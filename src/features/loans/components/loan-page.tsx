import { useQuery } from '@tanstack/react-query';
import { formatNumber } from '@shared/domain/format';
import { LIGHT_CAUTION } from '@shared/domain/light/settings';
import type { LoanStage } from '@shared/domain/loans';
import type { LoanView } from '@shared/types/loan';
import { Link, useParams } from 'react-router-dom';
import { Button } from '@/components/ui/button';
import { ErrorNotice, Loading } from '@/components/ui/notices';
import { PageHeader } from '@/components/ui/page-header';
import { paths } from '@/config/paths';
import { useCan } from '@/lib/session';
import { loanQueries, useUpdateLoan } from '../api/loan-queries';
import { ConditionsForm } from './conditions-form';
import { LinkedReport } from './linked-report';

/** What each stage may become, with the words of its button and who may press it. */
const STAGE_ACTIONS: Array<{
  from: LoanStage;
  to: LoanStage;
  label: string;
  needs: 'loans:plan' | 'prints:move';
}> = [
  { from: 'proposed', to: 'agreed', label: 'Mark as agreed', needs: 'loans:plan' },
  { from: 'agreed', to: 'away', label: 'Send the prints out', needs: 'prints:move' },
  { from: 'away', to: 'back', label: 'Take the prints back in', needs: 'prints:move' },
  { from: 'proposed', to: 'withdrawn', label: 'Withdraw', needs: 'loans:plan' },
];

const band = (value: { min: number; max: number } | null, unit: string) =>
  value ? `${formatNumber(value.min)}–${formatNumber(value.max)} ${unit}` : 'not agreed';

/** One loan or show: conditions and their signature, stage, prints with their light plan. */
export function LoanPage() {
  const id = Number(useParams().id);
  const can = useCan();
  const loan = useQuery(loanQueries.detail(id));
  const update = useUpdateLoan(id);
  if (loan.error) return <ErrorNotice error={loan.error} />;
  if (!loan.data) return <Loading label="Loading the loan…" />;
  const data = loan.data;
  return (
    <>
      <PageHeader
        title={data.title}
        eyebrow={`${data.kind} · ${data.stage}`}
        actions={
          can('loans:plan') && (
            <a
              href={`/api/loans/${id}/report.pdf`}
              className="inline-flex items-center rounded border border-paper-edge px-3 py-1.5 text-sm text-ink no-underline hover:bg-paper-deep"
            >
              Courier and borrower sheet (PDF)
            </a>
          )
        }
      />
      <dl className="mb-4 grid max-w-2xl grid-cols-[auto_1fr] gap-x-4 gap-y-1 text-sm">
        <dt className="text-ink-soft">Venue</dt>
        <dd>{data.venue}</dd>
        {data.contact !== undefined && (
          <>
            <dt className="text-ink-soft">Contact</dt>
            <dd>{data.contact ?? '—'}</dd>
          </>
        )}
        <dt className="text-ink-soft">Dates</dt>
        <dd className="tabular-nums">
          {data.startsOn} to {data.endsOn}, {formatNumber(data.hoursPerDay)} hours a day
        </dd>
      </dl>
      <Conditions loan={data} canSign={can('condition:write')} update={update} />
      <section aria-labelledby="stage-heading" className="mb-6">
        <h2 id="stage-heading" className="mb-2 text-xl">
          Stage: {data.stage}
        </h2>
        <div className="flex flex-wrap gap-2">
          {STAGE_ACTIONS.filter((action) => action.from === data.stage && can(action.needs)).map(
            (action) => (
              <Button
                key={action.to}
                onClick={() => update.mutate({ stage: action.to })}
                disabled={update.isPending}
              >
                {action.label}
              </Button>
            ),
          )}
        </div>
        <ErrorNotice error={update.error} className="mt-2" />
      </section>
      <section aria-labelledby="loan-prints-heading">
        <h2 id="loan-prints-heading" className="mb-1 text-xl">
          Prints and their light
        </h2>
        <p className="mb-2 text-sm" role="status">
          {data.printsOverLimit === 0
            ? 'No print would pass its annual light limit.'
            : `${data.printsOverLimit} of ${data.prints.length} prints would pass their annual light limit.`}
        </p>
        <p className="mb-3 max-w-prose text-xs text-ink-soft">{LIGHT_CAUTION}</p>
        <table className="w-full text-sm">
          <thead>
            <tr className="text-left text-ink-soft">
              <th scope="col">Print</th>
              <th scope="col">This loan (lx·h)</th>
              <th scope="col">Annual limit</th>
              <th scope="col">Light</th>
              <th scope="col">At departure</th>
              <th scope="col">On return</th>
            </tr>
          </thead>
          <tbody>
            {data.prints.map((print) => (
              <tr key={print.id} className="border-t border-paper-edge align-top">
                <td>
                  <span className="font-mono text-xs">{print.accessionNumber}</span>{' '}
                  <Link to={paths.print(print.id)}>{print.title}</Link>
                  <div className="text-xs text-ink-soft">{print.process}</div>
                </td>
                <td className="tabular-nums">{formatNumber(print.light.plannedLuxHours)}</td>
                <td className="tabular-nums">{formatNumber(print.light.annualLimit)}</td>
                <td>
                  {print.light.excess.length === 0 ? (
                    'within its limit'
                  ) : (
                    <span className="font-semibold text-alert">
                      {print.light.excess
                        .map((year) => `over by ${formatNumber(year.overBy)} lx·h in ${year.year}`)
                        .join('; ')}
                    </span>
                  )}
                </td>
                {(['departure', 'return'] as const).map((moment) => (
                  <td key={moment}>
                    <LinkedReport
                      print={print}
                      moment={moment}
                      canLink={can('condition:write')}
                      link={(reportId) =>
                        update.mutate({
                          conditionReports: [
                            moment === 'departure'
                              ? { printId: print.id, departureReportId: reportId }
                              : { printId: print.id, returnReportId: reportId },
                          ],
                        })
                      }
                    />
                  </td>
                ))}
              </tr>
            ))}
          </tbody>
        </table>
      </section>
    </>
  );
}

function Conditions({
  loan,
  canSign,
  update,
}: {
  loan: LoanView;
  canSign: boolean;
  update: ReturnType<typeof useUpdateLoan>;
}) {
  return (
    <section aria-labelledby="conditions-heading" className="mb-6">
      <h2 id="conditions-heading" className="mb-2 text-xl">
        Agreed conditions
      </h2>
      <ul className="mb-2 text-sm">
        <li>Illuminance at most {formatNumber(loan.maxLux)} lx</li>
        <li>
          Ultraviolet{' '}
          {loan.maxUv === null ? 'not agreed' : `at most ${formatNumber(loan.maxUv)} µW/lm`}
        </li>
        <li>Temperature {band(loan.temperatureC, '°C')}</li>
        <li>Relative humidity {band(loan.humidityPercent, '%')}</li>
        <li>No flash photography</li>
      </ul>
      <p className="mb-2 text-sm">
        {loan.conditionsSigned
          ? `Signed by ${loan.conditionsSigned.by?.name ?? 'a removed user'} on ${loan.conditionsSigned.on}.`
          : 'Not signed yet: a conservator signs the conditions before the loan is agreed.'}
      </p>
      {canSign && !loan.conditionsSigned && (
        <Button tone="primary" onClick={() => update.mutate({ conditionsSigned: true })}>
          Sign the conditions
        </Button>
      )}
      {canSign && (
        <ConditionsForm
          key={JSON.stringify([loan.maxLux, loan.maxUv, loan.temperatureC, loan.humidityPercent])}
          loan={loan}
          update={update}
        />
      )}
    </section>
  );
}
##############################
Task description → Repeat the data above, word for word.

Response →
filename src/features/loans/components/loan-page.tsx
import { useQuery } from '@tanstack/react-query';
import { formatNumber } from '@shared/domain/format';
import { LIGHT_CAUTION } from '@shared/domain/light/settings';
import type { LoanStage } from '@shared/domain/loans';
import type { LoanView } from '@shared/types/loan';
import { Link, useParams } from 'react-router-dom';
import { Button } from '@/components/ui/button';
import { ErrorNotice, Loading } from '@/components/ui/notices';
import { PageHeader } from '@/components/ui/page-header';
import { paths } from '@/config/paths';
import { useCan } from '@/lib/session';
import { loanQueries, useUpdateLoan } from '../api/loan-queries';
import { ConditionsForm } from './conditions-form';
import { LinkedReport } from './linked-report';

/** What each stage may become, with the words of its button and who may press it. */
const STAGE_ACTIONS: Array<{
  from: LoanStage;
  to: LoanStage;
  label: string;
  needs: 'loans:plan' | 'prints:move';
}> = [
  { from: 'proposed', to: 'agreed', label: 'Mark as agreed', needs: 'loans:plan' },
  { from: 'agreed', to: 'away', label: 'Send the prints out', needs: 'prints:move' },
  { from: 'away', to: 'back', label: 'Take the prints back in', needs: 'prints:move' },
  { from: 'proposed', to: 'withdrawn', label: 'Withdraw', needs: 'loans:plan' },
];

const band = (value: { min: number; max: number } | null, unit: string) =>
  value ? `${formatNumber(value.min)}–${formatNumber(value.max)} ${unit}` : 'not agreed';

/** One loan or show: conditions and their signature, stage, prints with their light plan. */
export function LoanPage() {
  const id = Number(useParams().id);
  const can = useCan();
  const loan = useQuery(loanQueries.detail(id));
  const update = useUpdateLoan(id);
  if (loan.error) return <ErrorNotice error={loan.error} />;
  if (!loan.data) return <Loading label="Loading the loan…" />;
  const data = loan.data;
  return (
    <>
      <PageHeader
        title={data.title}
        eyebrow={`${data.kind} · ${data.stage}`}
        actions={
          can('loans:plan') && (
            <a
              href={`/api/loans/${id}/report.pdf`}
              className="inline-flex items-center rounded border border-paper-edge px-3 py-1.5 text-sm text-ink no-underline hover:bg-paper-deep"
            >
              Courier and borrower sheet (PDF)
            </a>
          )
        }
      />
      <dl className="mb-4 grid max-w-2xl grid-cols-[auto_1fr] gap-x-4 gap-y-1 text-sm">
        <dt className="text-ink-soft">Venue</dt>
        <dd>{data.venue}</dd>
        {data.contact !== undefined && (
          <>
            <dt className="text-ink-soft">Contact</dt>
            <dd>{data.contact ?? '—'}</dd>
          </>
        )}
        <dt className="text-ink-soft">Dates</dt>
        <dd className="tabular-nums">
          {data.startsOn} to {data.endsOn}, {formatNumber(data.hoursPerDay)} hours a day
        </dd>
      </dl>
      <Conditions loan={data} canSign={can('condition:write')} update={update} />
      <section aria-labelledby="stage-heading" className="mb-6">
        <h2 id="stage-heading" className="mb-2 text-xl">
          Stage: {data.stage}
        </h2>
        <div className="flex flex-wrap gap-2">
          {STAGE_ACTIONS.filter((action) => action.from === data.stage && can(action.needs)).map(
            (action) => (
              <Button
                key={action.to}
                onClick={() => update.mutate({ stage: action.to })}
                disabled={update.isPending}
              >
                {action.label}
              </Button>
            ),
          )}
        </div>
        <ErrorNotice error={update.error} className="mt-2" />
      </section>
      <section aria-labelledby="loan-prints-heading">
        <h2 id="loan-prints-heading" className="mb-1 text-xl">
          Prints and their light
        </h2>
        <p className="mb-2 text-sm" role="status">
          {data.printsOverLimit === 0
            ? 'No print would pass its annual light limit.'
            : `${data.printsOverLimit} of ${data.prints.length} prints would pass their annual light limit.`}
        </p>
        <p className="mb-3 max-w-prose text-xs text-ink-soft">{LIGHT_CAUTION}</p>
        <table className="w-full text-sm">
          <thead>
            <tr className="text-left text-ink-soft">
              <th scope="col">Print</th>
              <th scope="col">This loan (lx·h)</th>
              <th scope="col">Annual limit</th>
              <th scope="col">Light</th>
              <th scope="col">At departure</th>
              <th scope="col">On return</th>
            </tr>
          </thead>
          <tbody>
            {data.prints.map((print) => (
              <tr key={print.id} className="border-t border-paper-edge align-top">
                <td>
                  <span className="font-mono text-xs">{print.accessionNumber}</span>{' '}
                  <Link to={paths.print(print.id)}>{print.title}</Link>
                  <div className="text-xs text-ink-soft">{print.process}</div>
                </td>
                <td className="tabular-nums">{formatNumber(print.light.plannedLuxHours)}</td>
                <td className="tabular-nums">{formatNumber(print.light.annualLimit)}</td>
                <td>
                  {print.light.excess.length === 0 ? (
                    'within its limit'
                  ) : (
                    <span className="font-semibold text-alert">
                      {print.light.excess
                        .map((year) => `over by ${formatNumber(year.overBy)} lx·h in ${year.year}`)
                        .join('; ')}
                    </span>
                  )}
                </td>
                {(['departure', 'return'] as const).map((moment) => (
                  <td key={moment}>
                    <LinkedReport
                      print={print}
                      moment={moment}
                      canLink={can('condition:write')}
                      link={(reportId) =>
                        update.mutate({
                          conditionReports: [
                            moment === 'departure'
                              ? { printId: print.id, departureReportId: reportId }
                              : { printId: print.id, returnReportId: reportId },
                          ],
                        })
                      }
                    />
                  </td>
                ))}
              </tr>
            ))}
          </tbody>
        </table>
      </section>
    </>
  );
}

function Conditions({
  loan,
  canSign,
  update,
}: {
  loan: LoanView;
  canSign: boolean;
  update: ReturnType<typeof useUpdateLoan>;
}) {
  return (
    <section aria-labelledby="conditions-heading" className="mb-6">
      <h2 id="conditions-heading" className="mb-2 text-xl">
        Agreed conditions
      </h2>
      <ul className="mb-2 text-sm">
        <li>Illuminance at most {formatNumber(loan.maxLux)} lx</li>
        <li>
          Ultraviolet{' '}
          {loan.maxUv === null ? 'not agreed' : `at most ${formatNumber(loan.maxUv)} µW/lm`}
        </li>
        <li>Temperature {band(loan.temperatureC, '°C')}</li>
        <li>Relative humidity {band(loan.humidityPercent, '%')}</li>
        <li>No flash photography</li>
      </ul>
      <p className="mb-2 text-sm">
        {loan.conditionsSigned
          ? `Signed by ${loan.conditionsSigned.by?.name ?? 'a removed user'} on ${loan.conditionsSigned.on}.`
          : 'Not signed yet: a conservator signs the conditions before the loan is agreed.'}
      </p>
      {canSign && !loan.conditionsSigned && (
        <Button tone="primary" onClick={() => update.mutate({ conditionsSigned: true })}>
          Sign the conditions
        </Button>
      )}
      {canSign && (
        <ConditionsForm
          key={JSON.stringify([loan.maxLux, loan.maxUv, loan.temperatureC, loan.humidityPercent])}
          loan={loan}
          update={update}
        />
      )}
    </section>
  );
}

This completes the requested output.